> _What to do_
Reproduce the records below in their entirety, exactly as shown.

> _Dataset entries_
####

import type { Circuit, CodeEntry } from '../document/circuit-schema'
import { parseTroubleCode, type TroubleCode } from '../tables/trouble-code'
import { causeOf, failureTypeView, type Cause, type FailureTypeView } from './failure-type-view'
import type { FaultModel } from './fault-model'
import type { Hypothesis } from './hypothesis'
import { moduleViews, type View } from './module-view'
import { nothingReported, type ReportEvidence } from './report-evidence'

export type CodeEvidence = ReportEvidence

/** About one code in fifty points wrong (engine's page; no published figure found). */
const pointsWrong = 0.02
/** A module sees a level, and takes a parted wire for a joined one of the same level this often (a guess). */
const mistaken = 0.3
/** Where the module's own view says nothing of a listed place, the list itself is a softer hint. */
const unseen = 0.1

const kept = new WeakMap<FaultModel, Map<string, CodeEvidence | null>>()
const mostKept = 20

/**
 * Codes as evidence through the module's own view: a fault sets a code when it changes one of the module's pins, in
 * some driving condition, as a fault of the places listed with the code does and as its failure type names.
 * Evidence, not a filter: nothing is cleared by a code. Null when none of the codes says anything of this circuit.
 * Kept, since a trace asks again with every reading.
 */
export function codeEvidence(model: FaultModel, codes: readonly string[]): CodeEvidence | null {
  if (codes.length === 0) return null
  let known = kept.get(model)
  if (!known) kept.set(model, (known = new Map()))
  const key = codes.join()
  let found = known.get(key)
  if (found === undefined) {
    if (known.size >= mostKept) known.clear()
    known.set(key, (found = weighCodes(model, codes)))
  }
  return found
}

function weighCodes(model: FaultModel, codes: readonly string[]): CodeEvidence | null {
  const told = [...new Set(codes)].flatMap((text) => {
    const code = parseTroubleCode(text)
    const entries = code ? entriesOf(model.circuit, code) : []
    return code && entries.length > 0 ? [entries.map((entry) => setBy(model, entry, code))] : []
  })
  const speaking = told.filter((entries) => entries.some((entry) => entry !== null))
  if (speaking.length === 0) return null
  const found = nothingReported(model)
  for (const entries of speaking) {
    found.good += Math.log(pointsWrong)
    // A code without its type stands for any one of its entries.
    found.cells.forEach((cells, h) =>
      cells.forEach((_, c) => {
        cells[c]! += Math.log(Math.max(...entries.map((entry) => entry?.[h]![c] ?? pointsWrong)))
      }),
    )
  }
  return found
}

/** The entries a code names: those of its failure type, else those without one, else every entry of that code. */
function entriesOf(circuit: Circuit, { code, failureType }: TroubleCode): CodeEntry[] {
  const same = circuit.codes.filter((entry) => entry.code === code)
  if (failureType === null) return same
  const exact = same.filter((entry) => entry.failureType === failureType)
  if (exact.length > 0) return exact
  const open = same.filter((entry) => entry.failureType === undefined)
  return open.length > 0 ? open : same
}

/** Probability that each cell sets this code; null when its failure type says nothing of the circuit. */
function setBy(model: FaultModel, entry: CodeEntry, { failureType }: TroubleCode): Float64Array[] | null {
  const type = failureTypeView(failureType ?? entry.failureType ?? null)
  const listed = new Set(entry.sites)
  switch (type.of) {
    case 'nothing':
      return null
    case 'places':
      return listed.size === 0 ? null : setByPlaces(model, type, listed)
    case 'pin':
      return setByPin(model, type, listed, entry.code.startsWith('U'))
  }
}

function setByPin(
  model: FaultModel,
  type: Extract<FailureTypeView, { of: 'pin' }>,
  listed: ReadonlySet<string>,
  network: boolean,
): Float64Array[] | null {
  const views = moduleViews(model)
  const pins = pinsOf(model.circuit, listed)
  // A network code is set by the others when a module does not answer.
  const isNamed = ({ point, aspect }: View, cause: Cause) =>
    aspect === 'asleep' ? network : type[cause].includes(aspect) && (pins.size === 0 || pins.has(point))
  const key = (view: View) => `${view.point} ${view.aspect} ${view.condition}`
  /** Views that a fault of a listed place gives, by whether it parts or joins. */
  const watched = { parted: new Set<string>(), joined: new Set<string>() }
  const seen = new Set<string>()
  model.hypotheses.forEach(({ site, mode }, h) => {
    if (listed.size > 0 && !listed.has(site)) return
    const cause = causeOf(mode)
    for (const cell of views[h]!)
      for (const view of cell)
        if (isNamed(view, cause)) {
          watched[cause].add(key(view))
          seen.add(site)
        }
  })
  if (seen.size === 0 && listed.size === 0) return null
  // With no place listed, any pin may be meant: that says less.
  const not = listed.size > 0 && seen.size > 0 ? pointsWrong : unseen
  return model.hypotheses.map(({ site, mode, cells }, h) => {
    const cause = causeOf(mode)
    const other = cause === 'parted' ? 'joined' : 'parted'
    const onList = listed.has(site)
    const ofList = type[cause].length > 0 ? 1 - pointsWrong : mistaken
    return Float64Array.from(cells, (_, c) => {
      const keys = views[h]![c]!.map(key)
      if (keys.some((view) => watched[cause].has(view))) return 1 - pointsWrong
      if (keys.some((view) => watched[other].has(view))) return mistaken
      if (onList && seen.size === 0) return ofList
      return onList && !seen.has(site) ? unseen : not
    })
  })
}

/** By the list, whatever the pins show; a module's inside only by its own pins and itself. */
function setByPlaces(
  model: FaultModel,
  type: Extract<FailureTypeView, { of: 'places' }>,
  listed: ReadonlySet<string>,
): Float64Array[] {
  const views = type.asleep ? moduleViews(model) : null
  const modules = new Set([...pinsOf(model.circuit, listed)].map((point) => point.split('.')[0]!))
  for (const site of listed) if (site.startsWith('module:')) modules.add(site.slice('module:'.length))
  const meant = ({ site }: Hypothesis) =>
    type.inside
      ? (site.startsWith('pin:') || site.startsWith('module:')) &&
        (modules.size === 0 || modules.has(site.slice(site.indexOf(':') + 1).split('.')[0]!))
      : listed.has(site)
  return model.hypotheses.map((hypothesis, h) =>
    Float64Array.from(hypothesis.cells, (_, c) =>
      meant(hypothesis) || views?.[h]![c]!.some((view) => view.aspect === 'asleep')
        ? 1 - pointsWrong
        : unseen,
    ),
  )
}

/** Module pins that the listed places lie at: the pin itself, its contact, or a wire that ends there. */
function pinsOf(circuit: Circuit, listed: ReadonlySet<string>): Set<string> {
  const points = new Set(
    circuit.nodes.flatMap((node) =>
      node.kind === 'module' ? node.pins.map((pin) => `${node.id}.${pin.pin}`) : [],
    ),
  )
  const wires = new Map(circuit.wires.map((wire) => [wire.id, wire]))
  const found = new Set<string>()
  for (const site of listed) {
    const [what, rest = ''] = site.split(':')
    const wire = what === 'wire' ? wires.get(rest) : undefined
    for (const point of wire ? [wire.from, wire.to] : [rest]) if (points.has(point)) found.add(point)
  }
  return found
}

####

> _Task result_
import type { Circuit, CodeEntry } from '../document/circuit-schema'
import { parseTroubleCode, type TroubleCode } from '../tables/trouble-code'
import { causeOf, failureTypeView, type Cause, type FailureTypeView } from './failure-type-view'
import type { FaultModel } from './fault-model'
import type { Hypothesis } from './hypothesis'
import { moduleViews, type View } from './module-view'
import { nothingReported, type ReportEvidence } from './report-evidence'

export type CodeEvidence = ReportEvidence

/** About one code in fifty points wrong (engine's page; no published figure found). */
const pointsWrong = 0.02
/** A module sees a level, and takes a parted wire for a joined one of the same level this often (a guess). */
const mistaken = 0.3
/** Where the module's own view says nothing of a listed place, the list itself is a softer hint. */
const unseen = 0.1

const kept = new WeakMap<FaultModel, Map<string, CodeEvidence | null>>()
const mostKept = 20

/**
 * Codes as evidence through the module's own view: a fault sets a code when it changes one of the module's pins, in
 * some driving condition, as a fault of the places listed with the code does and as its failure type names.
 * Evidence, not a filter: nothing is cleared by a code. Null when none of the codes says anything of this circuit.
 * Kept, since a trace asks again with every reading.
 */
export function codeEvidence(model: FaultModel, codes: readonly string[]): CodeEvidence | null {
  if (codes.length === 0) return null
  let known = kept.get(model)
  if (!known) kept.set(model, (known = new Map()))
  const key = codes.join()
  let found = known.get(key)
  if (found === undefined) {
    if (known.size >= mostKept) known.clear()
    known.set(key, (found = weighCodes(model, codes)))
  }
  return found
}

function weighCodes(model: FaultModel, codes: readonly string[]): CodeEvidence | null {
  const told = [...new Set(codes)].flatMap((text) => {
    const code = parseTroubleCode(text)
    const entries = code ? entriesOf(model.circuit, code) : []
    return code && entries.length > 0 ? [entries.map((entry) => setBy(model, entry, code))] : []
  })
  const speaking = told.filter((entries) => entries.some((entry) => entry !== null))
  if (speaking.length === 0) return null
  const found = nothingReported(model)
  for (const entries of speaking) {
    found.good += Math.log(pointsWrong)
    // A code without its type stands for any one of its entries.
    found.cells.forEach((cells, h) =>
      cells.forEach((_, c) => {
        cells[c]! += Math.log(Math.max(...entries.map((entry) => entry?.[h]![c] ?? pointsWrong)))
      }),
    )
  }
  return found
}

/** The entries a code names: those of its failure type, else those without one, else every entry of that code. */
function entriesOf(circuit: Circuit, { code, failureType }: TroubleCode): CodeEntry[] {
  const same = circuit.codes.filter((entry) => entry.code === code)
  if (failureType === null) return same
  const exact = same.filter((entry) => entry.failureType === failureType)
  if (exact.length > 0) return exact
  const open = same.filter((entry) => entry.failureType === undefined)
  return open.length > 0 ? open : same
}

/** Probability that each cell sets this code; null when its failure type says nothing of the circuit. */
function setBy(model: FaultModel, entry: CodeEntry, { failureType }: TroubleCode): Float64Array[] | null {
  const type = failureTypeView(failureType ?? entry.failureType ?? null)
  const listed = new Set(entry.sites)
  switch (type.of) {
    case 'nothing':
      return null
    case 'places':
      return listed.size === 0 ? null : setByPlaces(model, type, listed)
    case 'pin':
      return setByPin(model, type, listed, entry.code.startsWith('U'))
  }
}

function setByPin(
  model: FaultModel,
  type: Extract<FailureTypeView, { of: 'pin' }>,
  listed: ReadonlySet<string>,
  network: boolean,
): Float64Array[] | null {
  const views = moduleViews(model)
  const pins = pinsOf(model.circuit, listed)
  // A network code is set by the others when a module does not answer.
  const isNamed = ({ point, aspect }: View, cause: Cause) =>
    aspect === 'asleep' ? network : type[cause].includes(aspect) && (pins.size === 0 || pins.has(point))
  const key = (view: View) => `${view.point} ${view.aspect} ${view.condition}`
  /** Views that a fault of a listed place gives, by whether it parts or joins. */
  const watched = { parted: new Set<string>(), joined: new Set<string>() }
  const seen = new Set<string>()
  model.hypotheses.forEach(({ site, mode }, h) => {
    if (listed.size > 0 && !listed.has(site)) return
    const cause = causeOf(mode)
    for (const cell of views[h]!)
      for (const view of cell)
        if (isNamed(view, cause)) {
          watched[cause].add(key(view))
          seen.add(site)
        }
  })
  if (seen.size === 0 && listed.size === 0) return null
  // With no place listed, any pin may be meant: that says less.
  const not = listed.size > 0 && seen.size > 0 ? pointsWrong : unseen
  return model.hypotheses.map(({ site, mode, cells }, h) => {
    const cause = causeOf(mode)
    const other = cause === 'parted' ? 'joined' : 'parted'
    const onList = listed.has(site)
    const ofList = type[cause].length > 0 ? 1 - pointsWrong : mistaken
    return Float64Array.from(cells, (_, c) => {
      const keys = views[h]![c]!.map(key)
      if (keys.some((view) => watched[cause].has(view))) return 1 - pointsWrong
      if (keys.some((view) => watched[other].has(view))) return mistaken
      if (onList && seen.size === 0) return ofList
      return onList && !seen.has(site) ? unseen : not
    })
  })
}

/** By the list, whatever the pins show; a module's inside only by its own pins and itself. */
function setByPlaces(
  model: FaultModel,
  type: Extract<FailureTypeView, { of: 'places' }>,
  listed: ReadonlySet<string>,
): Float64Array[] {
  const views = type.asleep ? moduleViews(model) : null
  const modules = new Set([...pinsOf(model.circuit, listed)].map((point) => point.split('.')[0]!))
  for (const site of listed) if (site.startsWith('module:')) modules.add(site.slice('module:'.length))
  const meant = ({ site }: Hypothesis) =>
    type.inside
      ? (site.startsWith('pin:') || site.startsWith('module:')) &&
        (modules.size === 0 || modules.has(site.slice(site.indexOf(':') + 1).split('.')[0]!))
      : listed.has(site)
  return model.hypotheses.map((hypothesis, h) =>
    Float64Array.from(hypothesis.cells, (_, c) =>
      meant(hypothesis) || views?.[h]![c]!.some((view) => view.aspect === 'asleep')
        ? 1 - pointsWrong
        : unseen,
    ),
  )
}

/** Module pins that the listed places lie at: the pin itself, its contact, or a wire that ends there. */
function pinsOf(circuit: Circuit, listed: ReadonlySet<string>): Set<string> {
  const points = new Set(
    circuit.nodes.flatMap((node) =>
      node.kind === 'module' ? node.pins.map((pin) => `${node.id}.${pin.pin}`) : [],
    ),
  )
  const wires = new Map(circuit.wires.map((wire) => [wire.id, wire]))
  const found = new Set<string>()
  for (const site of listed) {
    const [what, rest = ''] = site.split(':')
    const wire = what === 'wire' ? wires.get(rest) : undefined
    for (const point of wire ? [wire.from, wire.to] : [rest]) if (points.has(point)) found.add(point)
  }
  return found
}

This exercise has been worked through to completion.